Tenía la forma de una paranoia de celos y demostró ser accesible a la terapia.
La doctora Jeanne Lampl-de Groot [1927] ha comprobado con observaciones ciertas
la tan increíble actividad fálica de la niña hacia la madre, y la doctora
Helene Deutsch [1932] demostró que los actos de amor de mujeres homosexuales
reproducen los vínculos madre-hijo.No es mi propósito perseguir la ulterior conducta de la feminidad a
través de la pubertad hasta llegar a la época de la madurez. Por lo demás, nuestras intelecciones
resultarían insuficientes para ello. En lo que sigue reuniré algunos rasgos.

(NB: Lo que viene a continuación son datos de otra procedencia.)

import type { Quantity } from "../../core/quantity.ts";
import type { StationResult } from "../../core/stationResult.ts";
import { unitOf } from "../../core/unitText.ts";
import { formatCount, formatDigits, withUnit } from "../../figures/formatNumber.ts";
import type { CaseSheet } from "../../sheet/caseSheet.ts";
import type { SettingRow } from "./definitionRows.ts";
import { lineMeaning } from "./lineMeaning.ts";

const isTime = (key: string) =>
  /^(T_int|L11|L_[vw]|Re_L|C_epsilon|tauStar|lagLimit|integralScaleSpread)/.test(key);
const isGradient = (key: string) =>
  /^(lambda|gradient|epsilon|eta|Re_lambda|C_epsilon|balance|S_dudx|K_[vw]|k1max_eta|cutoff|noiseFloor|share|taylor)/.test(
    key,
  );
const isSpectral = (key: string) => /^(segment|recovered|local_slope|E\d\d)/.test(key);

export const integralRoutes = {
  "zero-crossing": "integral to the first zero",
  "one-over-e": "lag at 1/e",
  exponential: "exponential fit",
  "low-frequency": "low-frequency limit",
  model: "model spectrum",
} as const;

/** What a number of a station rests on: record, correlation, spectrum, correction, and how its interval was made. */
export function stationSettings(
  key: string,
  station: StationResult,
  sheet: CaseSheet,
  quantity?: Quantity,
): SettingRow[] {
  const { facts } = station;
  const time = unitOf("T", sheet.units);
  const meaning = lineMeaning(key, facts);
  const rows: (SettingRow | null)[] = [
    key === "x" || key === "t" ? positionRow(station) : null,
    recordRow(station, time),
    sheet.startup > 0 && station.duration !== null
      ? ["left out at the start", withUnit(formatDigits(sheet.startup, 3), time)]
      : null,
    probesRow(station),
    meaning === null ? null : ["on this line", meaning],
    ...(isTime(key) ? timeRows(station, sheet, time) : []),
    ...(isGradient(key) || isSpectral(key) ? segmentRows(station) : []),
    ...(isGradient(key) ? gradientRows(station, sheet) : []),
    key === "epsilon" && facts.dissipationReason !== undefined ? ["adopted", facts.dissipationReason] : null,
    hasInterval(quantity) ? ["interval", intervalText(key, station)] : null,
  ];
  return rows.filter((row) => row !== null);
}

/** A count or a setting has none to explain. */
const hasInterval = (quantity: Quantity | undefined) =>
  quantity === undefined || quantity.value === null || quantity.low !== null || quantity.high !== null;

export const origins = {
  sheet: "case sheet",
  column: "x column",
  comment: "comment line",
  name: "file name",
  hand: "typed here",
} as const;

function positionRow({ sources }: StationResult): SettingRow | null {
  const [source] = sources;
  if (source === undefined || source.position === null) return null;
  const more = sources.length > 1 ? `, and of ${sources.length - 1} more` : "";
  return ["told by", `${origins[source.position]}, ${source.name}${more}`];
}

function recordRow({ samples, duration, facts }: StationResult, time: string): SettingRow | null {
  if (duration === null) return null;
  const lengths =
    facts.integralTimes === null ? "" : `, ${formatDigits(facts.integralTimes, 2)} integral times`;
  return [
    "record",
    `${formatCount(samples)} samples, ${withUnit(formatDigits(duration, 3), time)}${lengths}`,
  ];
}

function timeRows({ facts }: StationResult, { reduce }: CaseSheet, time: string): (SettingRow | null)[] {
  const { lagLimit, tauStar, integralScaleSpread: spread, lines } = facts;
  if (lagLimit === null && tauStar === null) return [];
  const lag = (value: number) => withUnit(formatDigits(value, 3), time);
  const removed = reduce.detrend === "mean" ? "record mean" : "linear trend";
  return [
    ["route", integralRoutes[reduce.integralScale]],
    spread == null ? null : ["spread of the routes", `largest over smallest ${formatDigits(spread, 2)}`],
    [
      "correlation",
      lines === undefined
        ? `${reduce.correlation}, ${removed} removed`
        : lines.periodic
          ? "circular, about the mean of the station"
          : "of the pairs within the line, about the mean of the station",
    ],
    tauStar === null ? null : ["first zero", lag(tauStar)],
    lagLimit === null ? null : ["lags up to", lag(lagLimit)],
  ];
}

function segmentRows({ facts }: StationResult): (SettingRow | null)[] {
  const { segment, segments, recoveredVariance, lines } = facts;
  if (segment === null) return [];
  const window = lines?.periodic === true ? "no window" : lines ? "Hann" : "Hann, half overlapping";
  return [
    ["segments", `${formatCount(segments)} of ${formatCount(segment)} samples, ${window}`],
    recoveredVariance === null ? null : ["recovered variance", percent(recoveredVariance)],
  ];
}

function gradientRows({ facts }: StationResult, { reduce, units }: CaseSheet): (SettingRow | null)[] {
  const { segment, cutoff, noiseFloor, shareBeyondCutoff, taylorFactor, k1max_eta } = facts;
  return [
    segment === null
      ? null
      : ["cut-off", cutoff === null ? "none" : withUnit(formatDigits(cutoff, 3), unitOf("1/L", units))],
    noiseFloor === null
      ? null
      : ["noise floor", withUnit(formatDigits(noiseFloor, 2), unitOf("L³/T²", units))],
    cutoff === null || shareBeyondCutoff === null ? null : ["beyond the cut-off", percent(shareBeyondCutoff)],
    facts.cutoffSensitivity == null
      ? null
      : ["cut moved by 1/20 decade", `λ by ${percent(facts.cutoffSensitivity)}`],
    taylorFactor === null
      ? null
      : [
          "Taylor’s hypothesis",
          reduce.taylorCorrection ? `divided by ${formatDigits(taylorFactor, 4)}` : "not corrected",
        ],
    k1max_eta === null ? null : ["resolution, k₁η up to", formatDigits(k1max_eta, 2)],
  ];
}

/** How several probes at one x make the station. */
function probesRow({ probes = [] }: StationResult): SettingRow | null {
  if (probes.length < 2) return null;
  const apart = probes.filter(({ setAside }) => setAside).length;
  const unlike = probes.filter(({ agrees }) => agrees === false).length;
  if (apart > 0) return ["probes", `${probes.length - apart} that agree; ${apart} set aside`];
  if (unlike > 0) return ["probes", `${probes.length}, of which not all agree`];
  const untold = probes.some(({ agrees }) => agrees === null);
  return [
    "probes",
    `${probes.length}, averaged${untold ? "; whether they agree is not known" : ": they agree"}`,
  ];
}

function intervalText(key: string, { facts, duration }: StationResult): string {
  if (facts.integralTimes === null)
    return duration === null
      ? "from the errors given in the profile, where there are any"
      : "none: the integral time is not known";
  if (facts.groups === 0) return "none: the record is too short";
  if (/^(L11|T_int|L_[vw]$)/.test(key)) {
    return facts.lines === undefined
      ? "relative error √(4 τ*/T) of the integral time"
      : "relative error from the separation at the first zero and the length of all independent lines";
  }
  const groups = `jackknife over ${facts.groups} groups of ${facts.lines === undefined ? "blocks" : "snapshots"}`;
  const student = `Student’s t with ${facts.groups - 1} degrees of freedom`;
  if (key === "epsilon_inertial")
    return `${groups} and, of resampled spectra, the choice of the range; ${student}`;
  return `${groups}, ${student}`;
}

const percent = (share: number) => withUnit(formatDigits(100 * share, 2), "%");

Tomando como base la prehistoria, sólo destacar aquí que el despliegue de la feminidad está expuesto a ser perturbado
por los fenómenos residuales de la prehistoria masculina. Las
regresiones a las fijaciones de aquellas fases preedípicas son muy frecuentes;
en muchos ciclos de vida se llega a una repetida alternancia de épocas en que predomina la masculinidad o la
feminidad. Una parte de lo que nosotros los varones llamamos el
«enigma femenino» acaso derive de esa expresión de bisexualidad en la vida de
la mujer. Ahora bien, en el curso de estas indagaciones parece haber madurado
el veredicto sobre otra cuestión. Hemos llamado «libido» a la fuerza pulsional
de la vida sexual. La vida sexual está gobernada por la polaridad
masculino-femenino; esto nos sugiere considerar la relación de la libido con
esa oposición. No sorprendería si a cada sexualidad se subordinara su libido
particular, de suerte que una clase de libido persiguiera las metas de la vida
sexual masculina y otra las de la femenina. Pero no hay nada semejante. Existe
sólo una libido, que entra al servicio de la función sexual tanto masculina
como femenina. No podemos atribuirle sexo alguno; si de acuerdo con la
equiparación convencional entre actividad y masculinidad queremos llamarla
masculina, no debemos olvidar que subroga también aspiraciones de metas
pasivas. Comoquiera que sea, la expresión «libido femenina» carece de todo
justificativo. Además, es nuestra impresión que se ha ejercido sobre la libido
mayor compulsión cuando se la presionó a entrar al servicio de la función
femenina, y que para hablar teleológicamente la naturaleza puso menos cuidado
en considerar las exigencias de esta última que en el caso de la masculinidad.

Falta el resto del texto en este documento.